Em um discurso proferido em dezembro de 2014, Erdogan afirmou:
"eu quero enfatizar o seguinte: não pensem que são operações direcionadas a mim pessoalmente. Não pensem que essas operações são dirigidas contra o nosso governo ou algum partido (político). Meus amigos, o alvo dessas operações e iniciativas é a Turquia, a existência da Turquia, sua unidade, paz e estabilidade. Elas são direcionadas, primordialmente, contra a economia da Turquia e sua independência. Como eu já disse anteriormente, por trás de tudo isso há um Conspirador, que já se tornou parte da conversa nacional. Alguns me perguntam, quem é esse conspirador e eu respondo são vocês que devem encontrar a resposta. Perguntam também: o senhor sabe quem ele é ou o que ele é"?
Ordens recebidas, um canal de notícias televisivas fortemente a favor de Erdogan, A Haber, decidiu investigar a "questão". Dito isso, se materializou o documentário "O Conspirador". O filme foi televisionado pela primeira vez em 15 de março de 2015 sendo retransmitido inúmeras vezes desde então, isso sem falar nos veículos de mídia, favoráveis ao governo, que o postaram em diversos Web sites.

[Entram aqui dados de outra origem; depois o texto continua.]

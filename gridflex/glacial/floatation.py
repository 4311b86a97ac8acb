"""Ice and ocean on the bed: the pointwise floatation rules and the load they put on a plate.

The vertical stress on the bed (PHYSICS.md section 7.1) is

    sigma = g max(rho_i H, rho_w max(z_sl − b, 0))

so grounded ice (rho_i H ≥ rho_w (z_sl − b)) presses with its weight, floating ice
presses exactly like the water it displaces, open ocean with its water column and
ice-free land not at all. A plate is driven by sigma − sigma_ref, the change from a
reference state in which its deflection is zero (:class:`IceLoad`, the one copy of that
rule, used by :class:`gridflex.IceStepper` and so by :func:`gridflex.ice_response`).
"""

from __future__ import annotations

from dataclasses import dataclass, field
from typing import Any

import numpy as np

from gridflex.constants import DEFAULT_GRAVITY, SEA_WATER_DENSITY
from gridflex.solvers.row_blocks import block_rows, for_row_blocks

__all__ = ["ICE_DENSITY", "IceLoad", "bed_stress", "grounded_mask"]

ICE_DENSITY = 910.0
"""Default density of glacier ice (kg/m^3; common practice)."""

ArrayLike = Any


def bed_stress(
    ice_thickness: ArrayLike,
    bed: ArrayLike,
    sea_level: ArrayLike = 0.0,
    *,
    ice_density: float = ICE_DENSITY,
    water_density: float = SEA_WATER_DENSITY,
    gravity: float = DEFAULT_GRAVITY,
    out: np.ndarray | None = None,
) -> ArrayLike:
    """Vertical stress on the bed of ice and ocean water (Pa, positive down).

    .. math:: \\sigma = g\\,\\max\\left(\\rho_i H,\\ \\rho_w \\max(z_{sl} - b, 0)\\right)

    Parameters
    ----------
    ice_thickness : array_like or xarray.DataArray
        Ice thickness H (m, >= 0).
    bed : array_like or xarray.DataArray
        Bed elevation b (m, positive up, same datum as *sea_level*).
    sea_level : float or array_like, default 0
        Sea-level elevation z_sl (m).
    ice_density, water_density : float
        rho_i and rho_w (kg m^-3), default 910 and 1030.
    gravity : float, default 9.81
        g (m s^-2).
    out : numpy.ndarray, optional
        numpy inputs only: the array (float64, of the broadcast shape) to write sigma
        into, and return; it may be *bed* itself. The same operations in the same
        order as without it, so the values are bit for bit the same.

    Returns
    -------
    array or xarray.DataArray
        sigma (Pa), broadcast over the inputs.

    Examples
    --------
    >>> float(bed_stress(1000.0, 100.0))          # grounded ice on land
    8927100.0
    >>> float(bed_stress(300.0, -500.0))         # floating: only the displaced water
    5052150.0
    >>> float(bed_stress(0.0, -500.0))           # the same water column, no ice
    5052150.0
    """
    # ufuncs with out=: fresh arrays (or DataArrays) without it, in place with it
    ocean = np.multiply(
        water_density, np.maximum(np.subtract(sea_level, bed, out=out), 0.0, out=out), out=out
    )
    return np.multiply(
        gravity, np.maximum(np.multiply(ice_density, ice_thickness), ocean, out=out), out=out
    )


def grounded_mask(
    ice_thickness: ArrayLike,
    bed: ArrayLike,
    sea_level: ArrayLike = 0.0,
    *,
    ice_density: float = ICE_DENSITY,
    water_density: float = SEA_WATER_DENSITY,
) -> ArrayLike:
    """True where there is ice and it rests on the bed: H > 0 and
    rho_i H >= rho_w (z_sl − b)."""
    return (ice_thickness > 0) & (ice_density * ice_thickness >= water_density * (sea_level - bed))


@dataclass
class IceLoad:
    """The load (Pa, positive down) that ice and ocean put on a plate whose bed moves.

    The bed at deflection w (m, positive down) is ``bed − w``; the load is
    sigma(H, z_sl, bed − w) − sigma_ref with sigma of :func:`bed_stress` and sigma_ref
    that of the reference state (ice *reference_ice*, sea level *reference_level*, bed
    *bed*), in which the deflection is zero. numpy arrays in SI units.
    """

    bed: np.ndarray
    ice_density: float
    water_density: float
    gravity: float
    reference_ice: np.ndarray
    reference_level: float
    reference_stress: np.ndarray = field(init=False)
    """sigma_ref (Pa) of the reference state."""

    def __post_init__(self) -> None:
        # row-major copies of grids given in another memory order (a transposed bed, say):
        # every step reads them row block by row block (4x slower strided at 512²)
        self.bed = np.ascontiguousarray(self.bed, dtype=np.float64)
        self.reference_ice = np.ascontiguousarray(self.reference_ice, dtype=np.float64)
        self.reference_stress = self.stress(self.reference_ice, self.reference_level, 0.0)

    def stress(self, ice: ArrayLike, level: ArrayLike, w: ArrayLike) -> np.ndarray:
        """sigma (Pa) of *ice* (m) and sea *level* (m) on the bed moved down by *w* (m)."""
        return np.asarray(
            bed_stress(
                ice,
                self.bed - w,
                level,
                ice_density=self.ice_density,
                water_density=self.water_density,
                gravity=self.gravity,
            ),
            dtype=np.float64,
        )

    def change(
        self,
        ice: np.ndarray,
        level: float | np.ndarray,
        w: np.ndarray,
        out: np.ndarray | None = None,
    ) -> np.ndarray:
        """sigma − sigma_ref (Pa), the load that drives the plate, for *ice* and *w* on the
        grid (and *level* a number or on the grid).

        The rule of :meth:`stress` evaluated in cache-sized blocks of rows shared among
        threads (bit for bit the same values), into *out* when given (float64, the
        grid's shape; not one of the inputs), which is returned."""
        if out is None:
            out = np.empty(self.bed.shape)
        sea = np.asarray(level, dtype=np.float64)
        ny, nx = out.shape

        def rows(j0: int, j1: int, _thread: int) -> None:
            block = out[j0:j1]
            np.subtract(self.bed[j0:j1], w[j0:j1], out=block)  # the bed now
            bed_stress(
                ice[j0:j1],
                block,
                sea if sea.ndim == 0 else sea[j0:j1],
                ice_density=self.ice_density,
                water_density=self.water_density,
                gravity=self.gravity,
                out=block,
            )
            block -= self.reference_stress[j0:j1]

        for_row_blocks(ny, block_rows(nx, ny), rows)
        return out

    def grounded(self, ice: ArrayLike, level: ArrayLike, w: ArrayLike) -> np.ndarray:
        """Where *ice* rests on the bed moved down by *w*."""
        return np.asarray(
            grounded_mask(
                ice,
                self.bed - w,
                level,
                ice_density=self.ice_density,
                water_density=self.water_density,
            )
        )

O tema principal do filme são os 3.500 anos de "domínio judeu do mundo". O foco do filme são três figuras históricas "judaicas" (uma delas não era judaica): o estudioso da Torá e filósofo espanhol medieval Moses Maimonides, Charles Darwin (que não era judeu) e o filósofo alemão/americano Leo Strauss.

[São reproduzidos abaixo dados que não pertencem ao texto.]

def _grid_file(path, values, dtype="f4", fill_value=None, attrs=None, rows=None):
    """A NetCDF file written with netCDF4 itself; only *rows* of the variable are written
    (the rest keep whatever netCDF-C fills in)."""
    ny, nx = values.shape
    with netCDF4.Dataset(path, "w") as nc:
        nc.createDimension("y", ny)
        nc.createDimension("x", nx)
        for name, n in (("y", ny), ("x", nx)):
            coord = nc.createVariable(name, "f8", (name,))
            coord[:] = 1000.0 * np.arange(n)
            coord.units = "m"
        var = nc.createVariable("h", dtype, ("y", "x"), fill_value=fill_value)
        var.set_auto_maskandscale(False)
        for key, value in (attrs or {}).items():
            var.setncattr(key, value)
        written = slice(None) if rows is None else rows
        var[written, :] = values[written]
    return path


def test_netcdf_default_fill_value_is_missing(tmp_path):
    # netCDF-C fills never-written cells of a variable without _FillValue with its type's
    # default fill, 9.969209968386869e36 for float (netCDF-C default fill values, from
    # memory; netCDF4.default_fillvals)
    path = _grid_file(tmp_path / "part.nc", np.ones((6, 5)), rows=slice(0, 4))
    with netCDF4.Dataset(path) as nc:
        assert "_FillValue" not in nc["h"].ncattrs()
        nc["h"].set_auto_mask(False)
        assert nc["h"][5, 0] == np.float32(netCDF4.default_fillvals["f4"])
    da = read_raster(path)
    assert np.isnan(da.values).sum() == 10  # never 1e37 m of rock
    assert_allclose(da.values[np.isfinite(da.values)], 1.0)


def test_netcdf_default_fill_of_a_scaled_integer_grid(tmp_path):
    # int16 default fill -32767 (netCDF-C, from memory); scale_factor and add_offset
    # applied after masking (CF conventions 1.8, section 8.1)
    values = np.arange(30, dtype=np.int16).reshape(6, 5)
    attrs = {"scale_factor": 0.5, "add_offset": 100.0, "units": "m"}
    da = read_raster(_grid_file(tmp_path / "i.nc", values, "i2", attrs=attrs, rows=slice(0, 3)))
    assert_allclose(da.values[:3], values[:3] * 0.5 + 100.0)
    assert np.isnan(da.values[3:]).all()


def test_netcdf_declared_fill_missing_value_and_valid_range(tmp_path):
    # CF conventions 1.8, section 2.5.1: _FillValue, missing_value and valid_range
    values = np.array([[1.0, -9999.0, 3.0], [-1.0, 5.0, 9e3], [2.0, 2.0, 2.0]])
    attrs = {"missing_value": -1.0, "valid_range": np.array([0.0, 8000.0])}
    da = read_raster(_grid_file(tmp_path / "m.nc", values, "f8", -9999.0, attrs))
    assert_array_equal(np.isnan(da.values), [[0, 1, 0], [1, 0, 1], [0, 0, 0]])
    # a declared _FillValue other than the default: default-valued cells are not missing,
    # but such a value is refused as an undeclared fill rather than read as 1e37 m
    values[2, 2] = netCDF4.default_fillvals["f8"]
    with pytest.raises(InputError, match=r"d\.nc: 'h' has 1 cell\(s\) holding 9\.96921e\+36"):
        read_raster(_grid_file(tmp_path / "d.nc", values, "f8", -9999.0))


def test_geotiff_float32_fill_without_nodata_is_refused(tmp_path):
    # -3.4e38 (float32 minimum) is a common undeclared GDAL fill (common practice)
    values = np.ones((4, 4), dtype=np.float32)
    values[0, 0] = np.finfo(np.float32).min
    _write_tif(tmp_path / "f.tif", values, Affine(1e3, 0, 0, 0, -1e3, 4e3), UTM33, None, "float32")
    with pytest.raises(InputError, match=r"f\.tif: 'band1' has 1 cell\(s\) .* declare it"):
        read_raster(tmp_path / "f.tif")


# --- coordinates: snapped when rounded, resampled when irregular ------------------------------


def test_rounded_coordinates_are_snapped_with_a_note(tmp_path, caplog):
    # 1/30 degree cells stored with 4 decimals: steps differ by up to 3e-3 of a step
    # (common practice in NetCDF files)
    lat = np.round(-10.0 + np.arange(40) / 30.0, 4)
    lon = np.round(150.0 + np.arange(50) / 30.0, 4)
    steps = np.diff(lat)
    assert np.ptp(steps) / steps.mean() > 2e-3
    ds = xr.Dataset(
        {"h": (("lat", "lon"), np.ones((40, 50)))},
        coords={
            "lat": ("lat", lat, {"units": "degrees_north"}),
            "lon": ("lon", lon, {"units": "degrees_east"}),
        },
    )
    ds.to_netcdf(tmp_path / "r.nc")
    with caplog.at_level("INFO", logger="gridflex.io.rasters"):
        da = read_raster(tmp_path / "r.nc")
    assert "snapped onto a regular axis" in caplog.text
    assert np.ptp(np.diff(da["y"].values)) < 1e-12
    assert_allclose(da["y"].values, -10.0 + np.arange(40) / 30.0, rtol=0, atol=6e-5)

Abaixo estão alguns trechos da narrativa do filme, que começa com imagens da Estrela de David e uma réplica do Templo de Jerusalém:
"O Conspirador, cujas raízes remontam milhares de anos, que governa, incendeia, destrói, mata de fome o mundo, cria guerras, organiza revoluções e golpes, cria estados dentro de estados, esse "intelecto" não é apenas a maldição da Turquia, é a maldição do mundo inteiro. Quem é esse conspirador? A resposta está escondida em verdades e fatos que jamais podem ser chamados de teorias da conspiração.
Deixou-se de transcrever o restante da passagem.